• [Aim of the exercise]: Report every line of the material that contains the string "json".

►

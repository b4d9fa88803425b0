"""Line List: a batch run's results as a table, one row per line, to sort, filter and drill into.

File ▸ Open Line List… picks a results folder (``calorun batch … -o OUT``) or its ``results.csv``.
The table shows the results list as written (its columns and units, as in the CSV), numbers in the
one number format and sorted as numbers, the verdict with its mark and colour (:mod:`app.style`,
through :func:`app.reporting.portfolio.verdict_label`; colour is never the only cue). A filter box
matches tag, service, verdict and message; a verdict filter narrows to one verdict.

Double-click (or Enter, or "Open line") asks the window to open the line's project file
``OUT/lines/<safe tag>.json`` (:func:`app.line_batch.safe_tag`) through its normal open path
(:attr:`LineListView.open_requested`), so the unsaved-changes prompt, Recent files and Save (back
to that same file) all work as for any project. A line that could not be designed has no project
file: its message is shown instead.
"""

from __future__ import annotations

import csv
import math
import re
from dataclasses import dataclass, field
from pathlib import Path
from typing import Optional

from PySide6.QtCore import QAbstractTableModel, QModelIndex, QSortFilterProxyModel, Qt, Signal
from PySide6.QtGui import QAction, QFont, QKeySequence
from PySide6.QtWidgets import (
    QAbstractItemView,
    QComboBox,
    QHBoxLayout,
    QHeaderView,
    QLabel,
    QLineEdit,
    QPushButton,
    QTableView,
    QVBoxLayout,
    QWidget,
)

from app import style, units
from app.messages import plural
from app.reporting.portfolio import LINE_VERDICTS, verdict_colour, verdict_level
from app.style import INK_MUTED
from solver.results import CHECK_TITLES

RESULTS_CSV = "results.csv"
LINES_FOLDER = "lines"
PROJECT_SUFFIX = ".json"
#: Sort role: a key that orders numbers as numbers, blanks last, verdicts best first.
SORT_ROLE = Qt.UserRole + 1
#: Verdict filter entries: (label, verdicts shown; empty = all).
VERDICT_FILTERS: tuple[tuple[str, tuple[str, ...]], ...] = (
    ("All verdicts", ()),
    ("OK", ("ok",)),
    ("Warning", ("warning",)),
    ("Fails", ("fails",)),
    ("Not designed", ("error",)),
    ("Fails or not designed", ("fails", "error")),
    ("Anything but OK", ("warning", "fails", "error")),
)
_WORDS = {"ok": "OK", "warning": "Warning", "fails": "Fails", "error": "Not designed"}
#: The icon of each verdict (app.style's severity marks: shape + colour).
_ICONS = {"met": "ok", "warning": "warning", "missed": "danger", "danger": "danger"}
_INTEGER = re.compile(r"^\s*[-+]?\d+\s*$")
_INFINITE_WORDS = {"inf", "infinity", "indefinitely", "holds", "never"}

◄

• [Task solution]:
``OUT/lines/<safe tag>.json`` (:func:`app.line_batch.safe_tag`) through its normal open path
PROJECT_SUFFIX = ".json"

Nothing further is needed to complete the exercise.